5. DE OVERWEGINGEN VAN HET COLLEGE

5.1

Het college wijst er allereerst op, dat het bij de tuchtrechtelijke toetsing van professioneel handelen er niet om gaat of dat handelen beter had gekund, maar om het geven van een antwoord op de vraag of de beroepsbeoefenaar bij het beroepsmatig handelen is gebleven binnen de grenzen van een redelijk bekwame beroepsuitoefening, rekening houdend met de stand van de wetenschap ten tijde van het klachtwaardig geachte handelen en met hetgeen toen in de beroepsgroep ter zake als norm of standaard was aanvaard.

5.2

Blijkens de summier gemaakte aantekeningen in het huisartsenjournaal heeft verweerder alle onderdelen van het neurologisch onderzoek uitgevoerd. De reflexen van klaagster zijn door verweerder beoordeeld, evenals de sensibiliteit in het algemeen en specifiek in het rijbroekgebied. Er is geen krachtsverlies vastgesteld.

Verweerder heeft klaagster aldus lichamelijk onderzocht conform de NHG-standaard Lumbosacraal Radiculair Syndroom en hij heeft zich met name, gezien de voorgeschiedenis van klaagster, geconcentreerd op eventuele neurologische afwijkingen.
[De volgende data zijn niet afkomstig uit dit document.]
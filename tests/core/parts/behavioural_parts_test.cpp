/// Limiter, multiplier and amplitude servo.
#include "tests/core/parts/recorded_part.hpp"
#include <algorithm>
#include <catch2/catch.hpp>
#include <cmath>

using namespace sinewright;
using namespace sinewright::testing;
using Catch::WithinAbs;
using Catch::WithinRel;

namespace {

/// The voltage an ideal output takes: where its row is zero.
double output_v(const RecordedPart& part, std::string_view terminal, std::map<std::string, double> values) {
    values[std::string(terminal)] = 0;
    return -part.f(part.at(values))[part.index("output current")];
}

double limited(const RecordedPart& limiter, double v_in) { return output_v(limiter, "out", {{"in", v_in}}); }

} // namespace

TEST_CASE("the limiter follows its three laws", "[parts]") {
    const double g = -3, L = 0.7, c = 0.4;
    const RecordedPart soft = record("limiter", {{"law", "tanh"}, {"gain", g}, {"limit", L}});
    const RecordedPart cubic = record("limiter", {{"law", "cubic"}, {"gain", g}, {"cubic", c}});
    const RecordedPart clip = record("limiter", {{"law", "clip"}, {"gain", g}, {"limit", L}});
    for (const double v : {-50.0, -1.0, -0.1, 0.0, 0.2, 0.3, 2.0}) {
        CHECK_THAT(limited(soft, v), WithinAbs(L * std::tanh(g * v / L), 1e-15));
        CHECK_THAT(limited(cubic, v), WithinRel(g * v - c * v * v * v, 1e-14) || WithinAbs(0, 1e-300));
        CHECK_THAT(limited(clip, v), WithinAbs(std::clamp(g * v, -L, L), 1e-15));
    }
    for (const RecordedPart* part : {&soft, &cubic, &clip}) {
        const auto x = part->at({{"in", 0.1}, {"output current", 2e-3}});
        CHECK(part->current("in", x) == 0);
        CHECK(std::abs(part->current("out", x)) == 2e-3);
        CHECK(part->ties == std::vector<RecordedTie>{{Tie::forces_voltage, 1, -1}});
    }
    // The contract names no default law; the first is tanh with unit gain and limit.
    CHECK_THAT(limited(record("limiter"), 0.5), WithinRel(std::tanh(0.5), 1e-15));
}

TEST_CASE("the describing function of a unit tanh", "[parts]") {
    // Source: independent numeric run to the digits printed; series 1 − A²/4 + A⁴/12 (Gelb & Vander Velde 1968).
    struct Row {
        double amplitude_v, gain, third;
    };
    const RecordedPart soft = record("limiter");
    for (const Row& row : {Row{0.1, 0.9975083039, NAN}, Row{0.5, 0.9422856557, NAN}, Row{1, 0.8116756851, -0.0668319},
                           Row{2, 0.5589709187, -0.1688302}, Row{5, 0.2502795143, -0.2921333}}) {
        const auto out =
            over_a_cycle(1024, [&](double phase) { return limited(soft, row.amplitude_v * std::cos(phase)); });
        const double first = cosine_harmonic(out, 1);
        CHECK_THAT(first / row.amplitude_v, WithinAbs(row.gain, 0.5e-10));
        if (row.third == row.third) CHECK_THAT(cosine_harmonic(out, 3) / first, WithinAbs(row.third, 0.5e-7));
    }
}

TEST_CASE("the describing functions of clipping and of a cubic", "[parts]") {
    // Source: Gelb & Vander Velde 1968: (2/π)(asin ρ + ρ√(1 − ρ²)) with ρ = L/(gA); g − ¾cA².
    const RecordedPart clip = record("limiter", {{"law", "clip"}});
    constexpr int samples = 1 << 16; // a corner: the sum converges as 1/N²
    const std::pair<double, double> rows[] = {{0.9, 0.962614}, {0.5, 0.608998}, {0.2, 0.252940}, {0.1, 0.127111}};
    for (const auto& [rho, gain] : rows) {
        const auto out = over_a_cycle(samples, [&](double phase) { return limited(clip, std::cos(phase) / rho); });
        CHECK_THAT(cosine_harmonic(out, 1) * rho, WithinAbs(gain, 0.5e-6));
    }
    const RecordedPart cubic = record("limiter", {{"law", "cubic"}, {"gain", 2.0}, {"cubic", 0.3}});
    const auto out = over_a_cycle(64, [&](double phase) { return limited(cubic, 1.5 * std::cos(phase)); });
    CHECK_THAT(cosine_harmonic(out, 1) / 1.5, WithinRel(2 - 0.75 * 0.3 * 2.25, 1e-14));
}

TEST_CASE("the multiplier's output is its scale times both inputs", "[parts]") {
    const RecordedPart m = record("multiplier", {{"scale", 0.1}});
    CHECK_THAT(output_v(m, "out", {{"x", 7.0}, {"y", -3.0}}), WithinRel(-2.1, 1e-14));
    const auto x = m.at({{"x", 7.0}, {"y", -3.0}, {"output current", 1e-3}});
    CHECK(m.current("x", x) == 0);
    CHECK(m.current("y", x) == 0);
}

TEST_CASE("the servo's detector, integrator and output follow the contract's equations", "[parts]") {
    const double tau = 2e-3, P = 2, kappa = 2, high = 1, low = -0.5, bias = 0.25, proportional = 0.3;
    const RecordedPart s = record("servo", {{"detector_lag", tau},
                                            {"setpoint", P},
                                            {"rate", kappa},
                                            {"control_high", high},
                                            {"control_low", low},
                                            {"bias", bias},
                                            {"proportional", proportional}});
    struct Point {
        double sense, m, v_c;
    };
    for (const Point& at : {Point{0, 0, 0}, Point{1.8, 1.1, 0.4}, Point{-2.5, 2.4, 1.05}, Point{0.3, 3, -0.6}}) {
        const std::map<std::string, double> values{{"sense", at.sense}, {"mean square", at.m}, {"integrator", at.v_c}};
        const auto x = s.at(values);
        const double wanted = P * P / 2;
        CHECK_THAT(s.rate("mean square", x), WithinRel((at.sense * at.sense - at.m) / tau, 1e-13));
        const double rate =
            kappa * (wanted - at.m - wanted * (std::exp((at.v_c - high) / 0.05) - std::exp((low - at.v_c) / 0.05)));
        CHECK_THAT(s.rate("integrator", x), WithinRel(rate, 1e-12));
        CHECK_THAT(output_v(s, "control", values), WithinAbs(at.v_c + bias + proportional * (wanted - at.m), 1e-15));
    }
}

TEST_CASE("with no signal the servo's integrator rests at control_high, where it starts", "[parts]") {
    const RecordedPart s =
        record("servo", {{"detector_lag", 1e-3}, {"setpoint", 1.0}, {"rate", 5.0}, {"control_high", 3.0}});
    CHECK(s.unknowns[s.index("integrator")].start == 3);
    CHECK_THAT(s.rate("integrator", s.at({})), WithinAbs(0, 1e-14));
    CHECK(s.rate("mean square", s.at({})) == 0);
}

TEST_CASE("a servo whose control range is upside down is named", "[parts]") {
    const auto wrong = [](double high, double low) {
        return complaint(
            "servo",
            {{"detector_lag", 1e-3}, {"setpoint", 1.0}, {"rate", 5.0}, {"control_high", high}, {"control_low", low}});
    };
    CHECK(wrong(-1, 1).find("control_high") != std::string::npos);
    CHECK(wrong(1, 1).find("control_high") != std::string::npos);
    CHECK(wrong(1, -1).empty());
}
Wat het verwijt ter zake van de gemiste diagnose betreft overweegt het college het volgende. Het missen van de juiste diagnose is op zichzelf onvoldoende om verweerder een tuchtrechtelijk verwijt te kunnen maken. Indien echter de wijze waarop verweerder tot zijn, naderhand onjuist gebleken, diagnose is gekomen in strijd zou zijn met de zorgvuldigheid die van een redelijk bekwame beroepsbeoefenaar mag worden verwacht - rekening houdend met het hierboven weergegeven toetsingscriterium - kan een dergelijke klacht slagen. Zoals zojuist overwogen, heeft verweerder op zorgvuldige wijze en overeenkomstig de geldende standaard onderzoek gedaan. Zijn conclusie dat er geen acuut neurologisch probleem was en dat klaagster de bestaande afspraak bij de pijnpoli kon afwachten is verdedigbaar.

5.3

Het college is dan ook van oordeel dat de klacht kennelijk ongegrond is en als volgt dient te worden beslist.

6. DE BESLISSING

Het college wijst de klacht af.

Aldus gedaan in raadkamer door mr. A.L. Smit, voorzitter, M.D. Klein Leugemors en A.M. Rijken, leden-geneeskundigen, in tegenwoordigheid van mr. J.W. Sijnstra - Meijer, secretaris, en uitgesproken in het openbaar op 8 april 2013 door mr. A.L. Smit, voorzitter, in tegenwoordigheid van mr. H. van der Poel-Berkovits, secretaris.

voorzitter

secretaris

Tegen deze beslissing kan binnen zes weken na de dag van verzending van het afschrift ervan schriftelijk hoger beroep worden ingesteld bij het Centrale Tuchtcollege voor de Gezondheidszorg door:

a. de klager en/of klaagster, voor zover de klacht is afgewezen, of voor zover hij/zij niet-ontvankelijk is verklaard;

b. degene over wie is geklaagd;

c. de hoofdinspecteur of de regionale inspecteur van de volksgezondheid, wie de aangelegenheid uit hoofde van de hun toevertrouwde belangen aangaat.

Het tot het Centrale Tuchtcollege voor de Gezondheidszorg gerichte beroepschrift wordt ingezonden bij de secretaris van het Regionaal Tuchtcollege voor de Gezondheidszorg te Zwolle, door wie het binnen de beroepstermijn moet zijn ontvangen.